Research Projects

Research Interests

Johnson's work is in the areas of experimental particle physics and, more recently, applications of particle-physics technology to high-energy astrophysics and medical physics.  In the area of high-energy astrophysics, Johnson has worked since 1994 on a NASA/D.O.E. project named the Fermi Gamma-ray Space Telescope (formerly named GLAST), an orbiting gamma-ray telescope based on the silicon-strip technology in which SCIPP specializes. The Fermi Large Area Telescope (LAT) instrument is a pair-conversion telescope that delivers up to two-orders-of-magnitude improvement in sensitivity to astrophysical sources of high-energy gamma rays, compared with the highly successful EGRET experiment on the Compton Gamma Ray Observatory, which flew in the 1990s.  The LAT gamma-ray converter and charged-particle tracker includes almost 885,000 silicon-strip channels operating on only 160 Watts of electrical power. Johnson concentrated on development of the low-power, low-noise readout electronics needed for this application. A CMOS VLSI chip set was designed in the SCIPP lab, together with the necessary supporting electronics.  Prototypes were extensively tested in a full-scale tracker module assembled in the SCIPP lab and operated in December 1999 and January 2000 in the SLAC test beam and in 2001 on a high-altitude balloon flight.  Other SCIPP faculty who contributed to the Fermi-LAT design and fabrication are Bill Atwood (the originator of the LAT conceptual design, on which he began detailed Monte-Carlo simulations in 1992), Hartmut Sadrozinski, most notable for leading the effort to design and procure the silicon-strip detectors, and Terry Schalk, who contributed to the management of the flight software development.
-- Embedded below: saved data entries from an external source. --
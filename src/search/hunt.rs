//! One whole search: rounds drawn, worked on by a crew, merged, until something says stop.

use std::sync::Arc;

use rayon::ThreadPoolBuilder;

use crate::base::random::{Purpose, stream};
use crate::descent::Region;
use crate::evaluate::Evaluator;
use crate::kernel::Kernel;
use crate::landscape::Landscape;
use crate::ledger::Identity;

use super::crew::{Gathered, Gathering, Queue};
use super::outcome::{Ending, HuntError, NoPast, Observer, Outcome, Past, RoundReport, Verdict};
use super::record::RoundRecord;
use super::settings::Settings;
use super::start;
use super::state::Hunt;
use super::structure::Structure;
use super::task::{Task, TaskResult};
use super::worker::{Worker, Workshop};

/// The most entries that the closing of a hunt confirms, the lowest first.
const MOST_CLOSED: usize = 2000;

/// Rounds in flight at once.
const IN_FLIGHT: u64 = 2;

/// Hunts on a landscape until the settings or the observer say stop.
///
/// `threads` changes how long it takes and nothing else. The hunt ends after a whole round; then the lowest entries
/// that were not confirmed yet are.
///
/// # Errors
/// [`HuntError`] where threads cannot be started or a worker failed.
pub fn hunt(
    landscape: &Landscape,
    kernel: &Arc<Kernel>,
    settings: &Settings,
    threads: usize,
    observer: &mut dyn Observer,
) -> Result<Outcome, HuntError> {
    resume(landscape, kernel, settings, threads, observer, &mut NoPast)
}

/// Goes on with a hunt whose first rounds were recorded: the result is that of a hunt that was never interrupted.
///
/// The recorded rounds are drawn as they were and not worked on. What was asked for ends the hunt after the last of them
/// or later, so that nothing found is dropped by a smaller budget.
///
/// # Errors
/// As [`hunt`]; [`HuntError::Past`] where the records are not those of this hunt.
pub fn resume(
    landscape: &Landscape,
    kernel: &Arc<Kernel>,
    settings: &Settings,
    threads: usize,
    observer: &mut dyn Observer,
    past: &mut dyn Past,
) -> Result<Outcome, HuntError> {
    let shop = Workshop {
        kernel: kernel.clone(),
        structure: Arc::new(Structure::new(landscape)),
        region: Arc::new(Region::new(&landscape.slots, &landscape.symmetries)),
        identity: Arc::new(Identity::new(&landscape.slots, &landscape.symmetries)),
        seed: settings.seed,
        kinked: landscape.kinked,
    };
    let threads = threads.max(1);
    let pool = ThreadPoolBuilder::new()
        .num_threads(threads)
        .thread_name(|number| format!("hunt-{number}"))
        .build()
        .map_err(|error| HuntError::Threads(error.to_string()))?;
    let queue = Queue::new(threads);
    let (sender, mut gathering) = Gathering::new();
    let mut state = Hunt::new(settings.clone(), shop.structure.clone(), shop.identity.clone(), value_scale(&shop));
    let mut ended = Err(HuntError::Worker);
    pool.in_place_scope(|scope| {
        for _ in 0..threads {
            let sender = sender.clone();
            let (queue, shop) = (&queue, &shop);
            scope.spawn(move |_| Worker::new(shop).work(queue, &sender));
        }
        drop(sender);
        let mut crew = Crew { queue: &queue, gathering: &mut gathering };
        ended = crew.run(&mut state, observer, past);
        queue.close();
    });
    let ending = ended?;
    Ok(Outcome {
        rounds: state.rounds_merged(),
        evaluations: state.evaluations(),
        by_heuristic: state.schedule().spent(),
        confirming: state.confirming(),
        descents: state.schedule().descents(),
        troubles: state.troubles().clone(),
        ending,
        ledger: state.into_ledger(),
    })
}

/// Points at which the size of ordinary values is read.
const SCALE_POINTS: u64 = 32;

/// The size of ordinary values: the least of a few random points, since walls make others huge.
fn value_scale(shop: &Workshop) -> f64 {
    let mut evaluator = Evaluator::new(&shop.kernel);
    let sizes = (0..SCALE_POINTS).filter_map(|number| {
        let at = start::uniform(&shop.structure, &mut stream(shop.seed, 0, number, Purpose::Check));
        let value = evaluator.value_and_gradient(&at).0;
        (value.is_finite() && value != 0.0).then_some(value.abs())
    });
    sizes.fold(f64::INFINITY, f64::min)
}

struct Crew<'a> {
    queue: &'a Queue,
    gathering: &'a mut Gathering,
}

impl Crew<'_> {
    fn run(&mut self, state: &mut Hunt, observer: &mut dyn Observer, past: &mut dyn Past) -> Result<Ending, HuntError> {
        let n_past = past.rounds();
        for round in 0..IN_FLIGHT {
            self.draw(round, state, n_past);
        }
        let mut ended = None;
        for round in 0..n_past {
            let recorded = past.next().ok_or(HuntError::Past(round))?;
            if !state.replay(round, &recorded.record)
                || (state.evaluations(), state.ledger().len() as u64) != (recorded.evaluations, recorded.distinct)
            {
                return Err(HuntError::Past(round));
            }
            ended = state.ending();
            if observer.replayed(&report(round, &recorded.record, state)) == Verdict::Stop {
                return Err(HuntError::GivenUp);
            }
            self.draw(round + IN_FLIGHT, state, n_past);
        }
        let mut round = n_past;
        let ending = loop {
            if let Some(ending) = ended {
                break ending;
            }
            let Some(results) = self.wait(round, observer)? else { break Ending::Observer };
            let record = state.merge(round, results);
            ended = state.ending();
            if observer.round(&report(round, &record, state)) == Verdict::Stop && ended.is_none() {
                break Ending::Observer;
            }
            if ended.is_none() {
                self.draw(round + IN_FLIGHT, state, n_past);
            }
            round += 1;
        };
        // What is in flight is dropped, not merged: a hunt that goes on later draws the same rounds again.
        self.queue.clear();
        self.close(state)?;
        Ok(ending)
    }

    /// Confirms the lowest entries that still wait.
    fn close(&mut self, state: &mut Hunt) -> Result<(), HuntError> {
        // A round number that no round in flight has.
        let round = state.rounds_merged() + 2 * IN_FLIGHT;
        let tasks = state.draw_closing(round, MOST_CLOSED);
        self.send(round, tasks);
        let results = loop {
            match self.gathering.wait(round) {
                Gathered::Whole(results) => break results,
                // Being asked to stop again changes nothing: the closing is short.
                Gathered::Waiting => {}
                Gathered::Lost => return Err(HuntError::Worker),
            }
        };
        state.merge_closing(round, results);
        Ok(())
    }

    /// Draws a round, and sends it to be worked on unless its outcome is recorded.
    fn draw(&mut self, round: u64, state: &mut Hunt, n_past: u64) {
        let tasks = state.draw(round);
        if round >= n_past {
            self.send(round, tasks);
        }
    }

    fn send(&mut self, round: u64, tasks: Vec<Task>) {
        self.gathering.expect(round, tasks.len());
        self.queue.add(tasks);
    }

    /// The results of a round; `None` when the observer will not wait for them.
    fn wait(&mut self, round: u64, observer: &mut dyn Observer) -> Result<Option<Vec<TaskResult>>, HuntError> {
        loop {
            match self.gathering.wait(round) {
                Gathered::Whole(results) => return Ok(Some(results)),
                Gathered::Waiting if observer.idle() == Verdict::Stop => return Ok(None),
                Gathered::Waiting => {}
                Gathered::Lost => return Err(HuntError::Worker),
            }
        }
    }
}

fn report<'a>(round: u64, record: &'a RoundRecord, state: &'a Hunt) -> RoundReport<'a> {
    RoundReport {
        round,
        record,
        evaluations: state.evaluations(),
        by_heuristic: state.schedule().spent(),
        confirming: state.confirming(),
        descents: state.schedule().descents(),
        shares: state.schedule().shares(),
        ways: state.ways(),
        ledger: state.ledger(),
        troubles: state.troubles(),
    }
}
The Fermi Gamma-ray Space Telescope is providing a vast amount of data on gamma ray sources in our galaxy, such as pulsars, as well as on extra-galactic sources such as active galactic nuclei and the even more mysterious gamma-ray bursts.  It also enables us to search for signals from massive particles hypothesized to constitute the dark matter of the universe.  The Fermi mission includes both the Large-Area Telescope (LAT) and a smaller Gamma-Ray Burst Monitor.  The silicon-strip based instrument design was selected by NASA for the LAT instrument in March of 2000.  Johnson was the manager for the design and fabrication of the silicon-strip tracker subsystem of the LAT, which also includes a CsI crystal calorimeter subsystem and a plastic-scintillator veto shield subsystem.  The Critical Design Review for the Tracker subsystem was held in March of 2003, after which the collaboration (USA, Italy, Japan) engaged in manufacturing and assembly of the flight hardware.  In addition to the management responsibilities, Johnson's UCSC group was responsible for delivering the Tracker readout electronics, including 648 multi-chip modules, each with 1536 amplifier channels, and the flexible-circuit readout cables.  The first tracker tower module was completed in Italy in January of 2005, and in October of 2005 the last of the 18 Tracker tower modules (including 2 spares) was completed and tested.  Here you can find a view of the 16 flight Tracker modules mounted in the LAT at SLAC, along with 16 calorimeter modules (not visible).  The remainder of the instrument was completed in the winter of 2006, and in September of 2006 the LAT successfully completed its environmental testing at the Naval Research Laboratory and was ready to be integrated with the spacecraft (photo of the completed, tested instrument).  The instrument was integrated with the spacecraft at General Dynamics in Arizona (photo of the LAT and GBM NaI detectors on the spacecraft).  The integrated observatory completed thermal-vacuum testing at the Naval Research Laboratory in early 2008 and was then transported to Florida (photo of completed observatory, photo of observatory on rocket).  The spacecraft was successfully launched on a ULA Delta-II rocket at 12:05 EDT on June 11, 2008 (photo1, photo2, photo3,video).  After more than five years in orbit, all of the detector systems are still working as designed, and many results have been published since the early autumn of 2008.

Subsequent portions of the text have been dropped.